Mad Money

Cramer pinpoints the origins of the market's bullish surge

Origins of market's bullish surge

Thursday's market surge intrigued Jim Cramer, so he decided to look at the day's earnings reports to find where all the bullishness originated.

"There are a couple of joyous weeks every quarter where we hear from individual companies that their collective results are actually able to control the agenda of trading," the "Mad Money" host said. "They serve as the preponderance of the evidence about how companies are really doing, how their stocks should perform, and, by extrapolation, how strong or weak the broader economy may be."

In other words, major institutions like the Federal Reserve or the Department of Labor typically hold sway over the market. But during earnings season, a flurry of strong reports can coax a positive response out of the market on its own.

Watch the full segment here:

Cramer pinpoints the origins of the market's bullish surge

Cramer admitted that the macro setup was favorable, with interest rates on the rise, strength in European markets, and a bullish rhetoric on tax reform from Treasury Secretary Steven Mnuchin.

But the real strength started with American Express' earnings report after Wednesday's market close. The company handily beat estimates and boasted exceedingly healthy growth worldwide.

"Buried within the AmEx conference call was an amazing statistic: 60 percent of the new leads for cards are coming from digital, which to me was a clarion call to buy the stocks of Google's parent Alphabet and Facebook, the natural winners when ads are placed on the web," Cramer said.
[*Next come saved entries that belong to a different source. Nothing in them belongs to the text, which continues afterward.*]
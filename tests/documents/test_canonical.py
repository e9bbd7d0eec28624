"""Canonical bytes are those of RFC 8785."""

from __future__ import annotations

import hashlib
import json
import struct

import pytest
from hypothesis import given
from hypothesis import strategies as st

from service.documents.canonical import canonical_bytes, digest
from service.documents.strict_json import parse

# RFC 8785, appendix B (from memory): IEEE 754 bits and the number as ECMAScript writes it
RFC_8785_APPENDIX_B = {
    "0000000000000000": "0",
    "8000000000000000": "0",
    "0000000000000001": "5e-324",
    "8000000000000001": "-5e-324",
    "7fefffffffffffff": "1.7976931348623157e+308",
    "ffefffffffffffff": "-1.7976931348623157e+308",
    "4340000000000000": "9007199254740992",
    "c340000000000000": "-9007199254740992",
    "4430000000000000": "295147905179352830000",
    "44b52d02c7e14af5": "9.999999999999997e+22",
    "44b52d02c7e14af6": "1e+23",
    "44b52d02c7e14af7": "1.0000000000000001e+23",
    "444b1ae4d6e2ef4e": "999999999999999700000",
    "444b1ae4d6e2ef4f": "999999999999999900000",
    "444b1ae4d6e2ef50": "1e+21",
    "3eb0c6f7a0b5ed8c": "9.999999999999997e-7",
    "3eb0c6f7a0b5ed8d": "0.000001",
    "41b3de4355555553": "333333333.3333332",
    "41b3de4355555554": "333333333.33333325",
    "41b3de4355555555": "333333333.3333333",
    "41b3de4355555556": "333333333.3333334",
    "41b3de4355555557": "333333333.33333343",
    "becbf647612f3696": "-0.0000033333333333333333",
    "43143ff3c1cb0959": "1424953923781206.2",
}


@pytest.mark.parametrize(("bits", "text"), RFC_8785_APPENDIX_B.items())
def test_numbers_are_written_as_the_standard_says(bits: str, text: str) -> None:
    number = struct.unpack(">d", bytes.fromhex(bits))[0]
    assert canonical_bytes(number) == text.encode()


def test_keys_stand_in_the_order_of_utf16() -> None:
    # RFC 8785, section 3.2.3: the property names of its example and their order
    names = ["\u20ac", "\r", "\ufb33", "1", "\U0001f600", "\u0080", "\u00f6"]
    ordered = ["\r", "1", "\u0080", "\u00f6", "\u20ac", "\U0001f600", "\ufb33"]
    assert list(json.loads(canonical_bytes(dict.fromkeys(names, 0)))) == ordered


def test_the_digest_is_that_of_the_bytes() -> None:
    assert digest({"b": 1.0, "a": []}) == hashlib.sha256(b'{"a":[],"b":1}').hexdigest()


def test_what_is_no_number_has_no_canonical_form() -> None:
    with pytest.raises(ValueError):
        canonical_bytes({"a": float("nan")})


@given(st.floats(allow_nan=False, allow_infinity=False))
def test_a_float64_is_read_back_from_its_canonical_form(number: float) -> None:
    assert parse(canonical_bytes(number)) == number


@given(st.dictionaries(st.text(st.characters(exclude_categories=["Cs"])), st.floats(-1e9, 1e9), max_size=5))
def test_the_order_of_keys_leaves_the_digest(entries: dict[str, float]) -> None:
    assert digest(dict(entries)) == digest(dict(reversed(entries.items())))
Following that were two excellent and mutually-supportive reports from CSX and Nucor that showed increases in steel production and use, a bullish sign for the industrial sector.

Europe's resilience was verified by reports from packaged goods giants Unilever and Nestle, which exceeded analysts' growth estimates and pointed to improvement in global sales, especially in Latin America.

Lower bond prices and higher yields gave Keycorp's earnings report a boost. The bank showed signs of its merger with First Niagara starting to pay off and saw strong growth, cost controls, and a lift in its net interest income.

"Key's nearly 5 percent rally — it's a bank stock — and the weakness in bonds caused people to circle back to the financials. It also served as a reminder, by the way, that Goldman Sachs' poor quarter was truly an outlier when compared to the regionals, the brokers, or the internationals. I say the group's not done going higher," Cramer said.

Two positive research notes on Apple rounded out the day's successes, with Morgan Stanley setting expectations for a healthy quarter thanks to the new iPhone super-cycle.

"While you know I hate that term — it sets up [Apple CEO] Tim Cook for failure, don't want that — I understand the sentiment," Cramer said. "So did Wall Street. Apple's stock soared."

And although some laggards did come out of the woodwork, with Verizon seeing fewer-than-anticipated sign-ups and Ebay's growth slacking more than it should have been, the market's overall layout is undeniably improving, Cramer insisted.

"Today was a day for guys like me, guys like me who like to put together the mosaic from individual companies and reach our own conclusions. Those conclusions were almost uniformly bullish. And that, not oil, not bonds, not Trump, gave you this beautiful one-day rally," the "Mad Money" host said.